Let $x=0,y=0$ then we have $$2f(2f(0))=f(0)++f(0)$$ Let $y=2f(0)$ then we have $$f(x+2f(2f(0))=f(x)+2f(0)+f(2f(0))$$ so we have $$f(x+4f(0))=f(x)+4f(0)$$ on the other hand we have $$f(x+4f(0))=f(x+2f(0))+0+f(0)=2f(0)+f(x)$$ so we have $f(0)=0$ Then I can't deal with this problem
• Maybe I am off base but what happens if you plug in $y=x$? Sep 23, 2016 at 5:29
• @CameronWilliams you get that $x+2f(x)$ is a fixed point. Sep 23, 2016 at 5:30
• Am I missing something or does $f(x)=x$ work?
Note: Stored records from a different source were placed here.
"""Tests of the scan-grid model: make_grid, the validator and canonical_grid.

Physical values used below (steel, longitudinal wave 5920 m/s; shear 3255 m/s) are
typical handbook values: Krautkramer, Ultrasonic Testing of Materials, 4th ed.,
table of sound velocities (values from memory). Rules of the format itself are
stated in docs/grid-format.md; a check of such a rule is marked "format rule".
"""

from __future__ import annotations

import dask.array as da
import numpy as np
import pytest
import xarray as xr

import ndtmap
from ndtmap.errors import GridError, NdtmapError, ParameterError
from ndtmap.grid import (
    DIMS,
    ascan_in_fsh,
    canonical_grid,
    count_missing_ascans,
    grid_attr,
    grid_problems,
    make_grid,
    missing_ascans,
    read_provenance,
    time_step_us,
    validate_grid,
)
from ndtmap.grid.schema import ALLOWED_DTYPES, GRID_FORMAT_VERSION

STEEL_L_M_S = 5920.0  # Krautkramer, Ultrasonic Testing of Materials, table of velocities (from memory)
STEEL_T_M_S = 3255.0  # same source (from memory)


def tone_burst(t_us: np.ndarray, t0_us: float, f_mhz: float, cycles: float = 3.0) -> np.ndarray:
    """Gaussian-windowed sine burst centred on t0 (a common model of a broadband echo, no source)."""
    sigma = cycles / (f_mhz * 2.0 * np.sqrt(2.0 * np.log(2.0)))  # -6 dB width = `cycles` periods
    return np.exp(-0.5 * ((t_us - t0_us) / sigma) ** 2) * np.sin(2 * np.pi * f_mhz * (t_us - t0_us))


def plate_grid(n_scan: int = 4, n_index: int = 3, n_time: int = 200, thickness_mm: float = 10.0) -> xr.Dataset:
    """A straight-beam scan of a steel plate: one back-wall echo per A-scan at 80 %FSH."""
    t = np.arange(n_time) * 0.02  # 50 MHz sampling
    t_bw = 2 * thickness_mm / (STEEL_L_M_S * 1e-3)  # pulse-echo time of flight, s = v t / 2 (common practice)
    a = np.broadcast_to(80 * tone_burst(t, t_bw, 5.0), (n_scan, n_index, n_time)).astype(np.float32)
    return make_grid(
        a,
        scan_mm=np.arange(n_scan) * 1.0,
        index_mm=np.arange(n_index) * 2.0,
        time_us=t,
        velocity_m_s=STEEL_L_M_S,
        probe_frequency_mhz=5.0,
        probe_diameter_mm=10.0,
        attrs={"part_thickness_mm": thickness_mm, "part_id": "KFP-1001", "material": "S355 plate"},
    )


# --------------------------------------------------------------------------- make_grid


def test_make_grid_builds_the_documented_layout():
    g = plate_grid()
    # format rule: dims, coords with units and long names, ascan in %FSH with `signal`
    assert g["ascan"].dims == DIMS == ("scan", "index", "time")
    assert {n: g[n].attrs["units"] for n in DIMS} == {"scan": "mm", "index": "mm", "time": "us"}
    assert all("long_name" in g[n].attrs for n in DIMS)
    assert g["ascan"].attrs["units"] == "%FSH" and g["ascan"].attrs["signal"] == "rf"
    assert g["ascan"].dtype == np.float32
    assert g.attrs["velocity_m_s"] == STEEL_L_M_S and isinstance(g.attrs["velocity_m_s"], float)
    # a flat part using no version-2 feature is written as version 1, readable by older releases
    assert g.attrs["grid_format"] == "ndtmap-grid 1" != GRID_FORMAT_VERSION
    assert read_provenance(g) == []
    assert grid_problems(g) == []
    # the back-wall echo sits at 2 d / v (pulse-echo time of flight; common practice, no source)
    t_peak = float(g.time[int(np.argmax(np.abs(g.ascan.values[0, 0])))])
    assert t_peak == pytest.approx(2 * 10.0 / (STEEL_L_M_S * 1e-3), abs=0.05)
Sep 23, 2016 at 6:21
• @Mastrem It does, but presumably the question is to find all such functions. Sep 23, 2016 at 6:22
• @Mastrem it works, but no one says this equation has only one solution. You have to prove then that it's the only one. Sep 23, 2016 at 6:23
Substitute $x\mapsto y$ to get $$f(y+2f(y))=y+2f(y).$$ Now substitute $y\mapsto y+2f(y)$: $$f(x+2f(y+2f(y)))=f(x)+y+2f(y)+f(y+2f(y)).$$ Thus $$f(x+2y+4f(y))=f(x)+2y+4f(y).$$ Substituting $x\mapsto x+2y+2f(y)$, $$f(x+2y+4f(y))=f(x+2y+2f(y))+y+f(y).$$ Substituting $x\mapsto x+2y$, $$f(x+2y+2f(y))=f(x+2y)+y+f(y).$$ Combining the last 3 equations, $$f(x+2y)=f(x)+2f(y).$$ Thus $$f(x)=f(0+2x/2)=f(0)+2f(x/2)=2f(x/2),$$ so $$f(x+y)=f(x+2y/2)=f(x)+2f(y/2)=f(x)+f(y).$$ Since you are given that $f$ is continuous at $0$, it must be continuous everywhere. Now there is a standard argument to show that $f(x)=f(1)x$ (prove it on rationals and extend by continuity). Finally using the original equation, we see $f(1)=1$ or $-\frac12$, so the solutions are $f(x)=x$ or $f(x)=-x/2$.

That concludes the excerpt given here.